Without naming Clinton, who last month sprang a surprise by announcing her opposition to the agreement, Sanders summoned the phrase she once used as secretary of state to hail the emerging Pacific accord. ''It is clear to me that the proposed pact is not, nor has it ever been, the gold standard of trade agreements,'' Sanders said (Clinton's turnaround on TPP leaves observers stunned).
The agreement also must be approved in the other 11 nations. Besides Chile, Canada, Japan and Australia, they are Mexico, Peru, New Zealand, Singapore, Vietnam, Malaysia and Brunei.
The Obama administration is hoping that the accord's labour protections, along with separate bilateral agreements on labour and human rights between the United States and Vietnam, Malaysia and Brunei, will help persuade some Democrats to back the deal.
The administration is especially eager to promote its agreement with Vietnam, which commits its communist government to change its laws to allow workers to freely unionise and to strike, not just for better wages and hours but also for improved working conditions and other rights.

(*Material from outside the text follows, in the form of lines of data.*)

// One loopwright command: it declares its options on a CLI11 subcommand, then runs.
// Each command lives in its own file (simulate.cc, fit.cc, ...) and is listed once in
// commands.cc. Commands talk to the user; the libraries below them never print.
#ifndef LOOPWRIGHT_APP_COMMAND_H_
#define LOOPWRIGHT_APP_COMMAND_H_

#include <iosfwd>
#include <memory>
#include <string>
#include <vector>

#include <CLI/CLI.hpp>

namespace lw::app {

// What a running command may use to talk to the user.
struct Context {
  std::ostream& out;         // results: human text or one JSON document
  std::ostream& err;         // warnings and progress
  bool out_is_terminal;      // stdout is a terminal (colour allowed when NO_COLOR is unset too)
  bool color;                // colour may be used on out
  std::string command_line;  // the whole command line, for provenance lines in output files
  std::string rig_dir = {};  // the global --rig DIR (empty: none given; see app/workspace.h)
};

class Command {
 public:
  virtual ~Command() = default;
  // Adds this command's options and positionals to its subcommand.
  virtual void Configure(CLI::App& sub) = 0;
  // Runs after a successful parse. Returns the exit status (0 done, 1 job not done); errors are
  // thrown as lw::Error subclasses and mapped to their status by main().
  virtual int Run(Context& ctx) = 0;
};

struct CommandEntry {
  const char* name;
  const char* summary;  // one line for `loopwright --help`
  std::unique_ptr<Command> (*make)();
};

// The table of every command, in the order `--help` lists them (commands.cc).
const std::vector<CommandEntry>& CommandTable();

}  // namespace lw::app

#endif  // LOOPWRIGHT_APP_COMMAND_H_
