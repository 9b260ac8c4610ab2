// `loopwright step-test [--port P] --from U0 --to U1 [--settle auto|S] [--max-wait S]
//                       -o REC.csv [--yes] [--dry-run] [rig options]`
//
// The open-loop step test (app/rig_phases.h): hold the actuator at U0 until the output is at
// rest, record a baseline, step to U1, record until at rest, return to U0. Both values are
// checked against the limits (range, maximum step, maximum slew) before anything is sent. The
// actuator stays at U0 afterwards; the rig's watchdog takes it to its safe value once loopwright
// has gone. Ctrl-C / SIGTERM: safe stop, then the recording is closed (exit 5).
#include <cmath>
#include <memory>
#include <string>

#include <nlohmann/json.hpp>

#include "app/command.h"
#include "app/output.h"
#include "app/rig_connect.h"
#include "app/rig_options.h"
#include "app/rig_phases.h"
#include "app/stop_signal.h"
#include "lti/error.h"

namespace lw::app {
namespace {

class StepTestCommand : public Command {
 public:
  void Configure(CLI::App& sub) override {
    rig_.Add(sub, /*drives=*/true);
    sub.add_option("--from", from_, "Actuator value held before the step (U0)")->required();
    sub.add_option("--to", to_, "Actuator value stepped to (U1)")->required();
    sub.add_option("--settle", settle_,
                   "auto (wait until the output is at rest) or seconds per phase")
        ->capture_default_str();
    sub.add_option("--max-wait", max_wait_, "Longest wait for rest per phase, rig seconds")
        ->capture_default_str();
    sub.add_option("-o,--out", out_path_, "The recording to write (CSV; must not exist)")
        ->required();
  }

  int Run(Context& ctx) override {
    PhaseTiming timing;
    timing.settle_s = ParseSettle(settle_);
    if (!(std::isfinite(max_wait_) && max_wait_ > 0.0)) {
      throw UsageError("--max-wait " + FormatNumber(max_wait_) + ": it must be a number > 0 (s)");
    }
    timing.max_wait_s = max_wait_;
    if (from_ == to_) throw UsageError("--from and --to are equal: there is no step");
    ResolvedRig rig = rig_.Resolve(ctx);
    // Refuse before connecting what the host's own limits already forbid.
    rig.limits.RequireActuatorMove(from_, to_, RigLimits::kInf);
    StopSignalGuard guard;
    auto session = ConnectRig(ctx, rig, guard, /*drives=*/true);
    const RigCaps caps = session->caps();
    session->limits().RequireActuatorMove(from_, to_, RigLimits::kInf);
    ConfirmDriving(ctx, rig,
                   "step-test moves the actuator of '" + caps.name + "' on " + session->port() +
                       " from " + FormatNumber(from_, 6) + " to " + FormatNumber(to_, 6));
    std::string provenance = std::string("loopwright ") + LOOPWRIGHT_VERSION + " step-test on " +
                             caps.name + " (" + session->port() + "): " + ctx.command_line;
    StepOutcome o = RunOpenLoopStep(ctx, *session, from_, to_, timing, out_path_, provenance);
    session->Release();
    if (session->dry_run()) return 0;
    nlohmann::json summary = RecordingSummary(ctx, *session, o.path, o.samples);
    ctx.out << "  step at t = " << FormatNumber(o.step_time_s, 6) << " s: output "
            << FormatNumber(o.level_before, 6) << " -> " << FormatNumber(o.level_after, 6)
            << " after " << FormatNumber(o.duration_s, 4) << " s; actuator back at "
            << FormatNumber(from_, 6) << "\n";
    summary["from"] = from_;
    summary["to"] = to_;
    summary["step_time"] = o.step_time_s;
    LogRigResult(ctx, "step", "ok", summary, {o.path});
    return 0;
  }

 private:
  RigOptions rig_;
  double from_ = 0.0, to_ = 0.0;
  std::string settle_ = "auto";
  double max_wait_ = 3600.0;
  std::string out_path_;
};

}  // namespace

std::unique_ptr<Command> MakeStepTestCommand() { return std::make_unique<StepTestCommand>(); }

}  // namespace lw::app
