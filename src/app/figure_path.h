// Figure file names on the command line (`--plot FILE`): checked before any work is done, so a
// bad extension leaves nothing behind, and sibling names for commands that draw two figures.
#ifndef LOOPWRIGHT_APP_FIGURE_PATH_H_
#define LOOPWRIGHT_APP_FIGURE_PATH_H_

#include <string>

namespace lw::app {

// Throws UsageError naming the option when `path` does not end in .svg, .png or .pdf
// (case-insensitive, io/figure.h FigureFormatOf).
void CheckFigurePath(const std::string& option, const std::string& path);

// `path` with `-suffix` before its extension: ("dir/zone.svg", "metrics") ->
// "dir/zone-metrics.svg".
std::string SiblingFigurePath(const std::string& path, const std::string& suffix);

}  // namespace lw::app

#endif  // LOOPWRIGHT_APP_FIGURE_PATH_H_
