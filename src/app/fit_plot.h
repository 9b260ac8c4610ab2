// `fit --plot FILE`: the fit figure (io/fit_figure.h) from an identification result.
#ifndef LOOPWRIGHT_APP_FIT_PLOT_H_
#define LOOPWRIGHT_APP_FIT_PLOT_H_

#include <string>

#include "identify/fit.h"
#include "identify/preprocess.h"

namespace lw::app {

// The model's response to the recorded input: output_offset + G (u - input_baseline) from rest
// (plus the drift term for an integrating fit), over the whole recording; the step instants are
// where the input jumps by more than a quarter of its range between two samples.
void WriteFitPlot(const std::string& path, const std::string& recording_name,
                  const StepRecording& data, const Identification& id);

}  // namespace lw::app

#endif  // LOOPWRIGHT_APP_FIT_PLOT_H_
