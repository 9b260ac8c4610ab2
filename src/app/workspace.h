// The rig workspace as the commands see it: a folder holding the rig profile (rig.toml, see
// io/rig_profile.h) and the logbook (logbook.sqlite, see io/logbook.h), created by
// `loopwright init DIR`.
//
// Which workspace a command runs in: the global option `--rig DIR` (accepted before or after the
// command name; main.cc stores it in Context::rig_dir, so no command declares --rig itself), else
// the current folder when it holds rig.toml, else none. Outside a workspace nothing is logged and
// commands behave exactly as before.
//
// Logging: a command calls LogResult() once, AFTER its result is printed and its files are
// written. Logging never changes a command's outcome: when the logbook cannot be written the
// command still succeeds and prints one "warning: ..." line on ctx.err. Recordings are only
// read (to hash them), never modified or deleted.
//
//   // in FitCommand::Run, after printing:
//   LogResult(ctx, "fit", "ok", doc, {path_});
//
// Kinds in use: "fit", "band", "predict", "check" (and the hardware commands' own, e.g. "step",
// "apply"). Outcomes are short words: "ok", "failed", "stale", "infeasible", "stopped".
// For kind "fit" the summary should carry the fit command's JSON shape
//   {"structure": "...", "parameters": [{"name", "value", "ci95": [low, high], "unit"}, ...]}
// so `loopwright drift` can follow every parameter across fits; other keys are kept as they are.
#ifndef LOOPWRIGHT_APP_WORKSPACE_H_
#define LOOPWRIGHT_APP_WORKSPACE_H_

#include <optional>
#include <string>
#include <string_view>
#include <vector>

#include <nlohmann/json.hpp>

#include "app/command.h"
#include "io/logbook.h"
#include "io/rig_profile.h"

namespace lw::app {

// File names inside a workspace folder.
inline constexpr std::string_view kProfileFileName = "rig.toml";
inline constexpr std::string_view kLogbookFileName = "logbook.sqlite";

// The workspace folder in use: Context::rig_dir when set (throws UsageError "--rig 'DIR' is not
// a loopwright workspace (no rig.toml); create one with `loopwright init DIR`" when that folder
// has no profile), else the current folder when it holds rig.toml, else std::nullopt.
std::optional<std::string> FindWorkspace(const Context& ctx);

// The workspace's rig profile, read and validated (io/rig_profile.h), or std::nullopt outside a
// workspace. Throws DataError naming rig.toml:LINE for a bad profile, UsageError as
// FindWorkspace. For commands that need the rig's limits (link, sample period, actuator and trip
// limits, maximum gain): use RequireRigProfile when they cannot run without one.
std::optional<RigProfile> LoadRigProfile(const Context& ctx);
// As LoadRigProfile, but throws UsageError("not inside a rig workspace: pass --rig DIR or run it
// inside a folder made by `loopwright init`") outside a workspace.
RigProfile RequireRigProfile(const Context& ctx);
// The workspace folder, or that UsageError outside one.
std::string RequireWorkspace(const Context& ctx);

// The workspace's logbook opened read-only (for `log`, `drift`), and the workspace folder in
// *workspace when not null. Throws UsageError("not inside a rig workspace: ...") outside one,
// DataError as Logbook::Open.
Logbook OpenWorkspaceLogbook(const Context& ctx, std::string* workspace = nullptr);

// Records one finished result in the workspace's logbook: the time (UTC), the kind, the outcome,
// the command line, the summary JSON and, for each path in `recordings`, its SHA-256 and size
// (first sight of a digest adds it to the recordings table). No-op outside a workspace. Never
// throws: any failure (no workspace folder, a locked or damaged logbook, an unreadable recording)
// becomes one warning line on ctx.err.
void LogResult(const Context& ctx, std::string_view kind, std::string_view outcome,
               const nlohmann::json& summary, const std::vector<std::string>& recordings);

}  // namespace lw::app

#endif  // LOOPWRIGHT_APP_WORKSPACE_H_
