#include "app/model_source.h"

#include "lti/error.h"
#include "lti/plant_formula.h"

namespace lw::app {

void ModelSource::Add(CLI::App& sub, FileSpelling spelling) {
  CLI::Option* positional = nullptr;
  CLI::Option* option = nullptr;
  if (spelling != FileSpelling::kOption) {
    positional = sub.add_option("MODEL.json", file_,
                                "Model file written by `loopwright fit -o` (or give --plant)");
  }
  if (spelling != FileSpelling::kPositional) {
    option = sub.add_option("--model", file_option_,
                            "Model file written by `loopwright fit -o` (or give --plant)");
  }
  CLI::Option* plant = sub.add_option(
      "--plant", formula_,
      "Plant as a formula in s, e.g. '2.5*exp(-0.3*s)/((4*s+1)*(0.6*s+1))' (or give a model "
      "file)");
  for (CLI::Option* file : {positional, option}) {
    if (file != nullptr) file->excludes(plant);
  }
  if (positional != nullptr && option != nullptr) positional->excludes(option);
}

LoadedModel ModelSource::Load() const {
  const std::string& file = file_.empty() ? file_option_ : file_;
  if (file.empty() && formula_.empty()) {
    throw UsageError("no plant given: name a model file or give --plant FORMULA");
  }
  if (!file.empty() && !formula_.empty()) {
    throw UsageError("give either a model file or --plant FORMULA, not both");
  }
  LoadedModel loaded;
  if (!formula_.empty()) {
    loaded.tf = ParsePlantFormula(formula_);
    loaded.description = "plant formula '" + formula_ + "'";
    return loaded;
  }
  return LoadModelFile(file);
}

LoadedModel LoadModelFile(const std::string& file) {
  LoadedModel loaded;
  ModelDocument doc = ReadModelFile(file);
  loaded.tf = doc.tf;
  loaded.description = "model file '" + file + "'";
  if (!doc.structure.empty()) loaded.description += " (" + doc.structure + ")";
  loaded.model = std::move(doc);
  return loaded;
}

}  // namespace lw::app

''Without reservation, I think this is the best opportunity we've had in years to encourage deep institutional reform in Vietnam that will advance human rights, and it will only happen if TPP is approved,'' Tom Malinowski, the assistant secretary of state for democracy, human rights and labor, said in an interview.
The organisation where Malinowski formerly worked, Human Rights Watch, is among the sceptics who say Vietnam's commitments are unenforceable, especially given the track record of the United States trade office.
John Sifton, the group's Asia advocacy director, said workers should have been given the same right that corporations have under this trade agreement and others: to take complaints about a country's compliance directly to a dispute settlement panel.
For the first time as part of a trade accord, the Pacific partners agreed in a ''joint declaration'' to avoid manipulating the value of their currencies for trade advantage, to report interventions in foreign exchange markets and to meet annually to hold one another accountable.
The language did not persuade some Democrats - or Ford, which broke with other big businesses that support the agreement - that it would prevent Japan and other countries from intervening to underprice their exports unfairly.
The annual currency forum ''does nothing to change the status quo,'' Ford said in a statement, adding, ''It fails to include dispute settlement mechanisms to ensure global rules prohibiting currency manipulation are enforced.''
While the Obama administration played up environmental standards included in the accord as precedent-setting, the Sierra Club and the Natural Resources Defense Council were among groups that came out in opposition, calling the language weaker than in trade pacts negotiated during the George W Bush administration.
Other advocacy groups, including Doctors Without Borders, cited language that would give pharmaceutical companies up to eight years of intellectual property protections before their data is available for production of lower-cost generic drugs.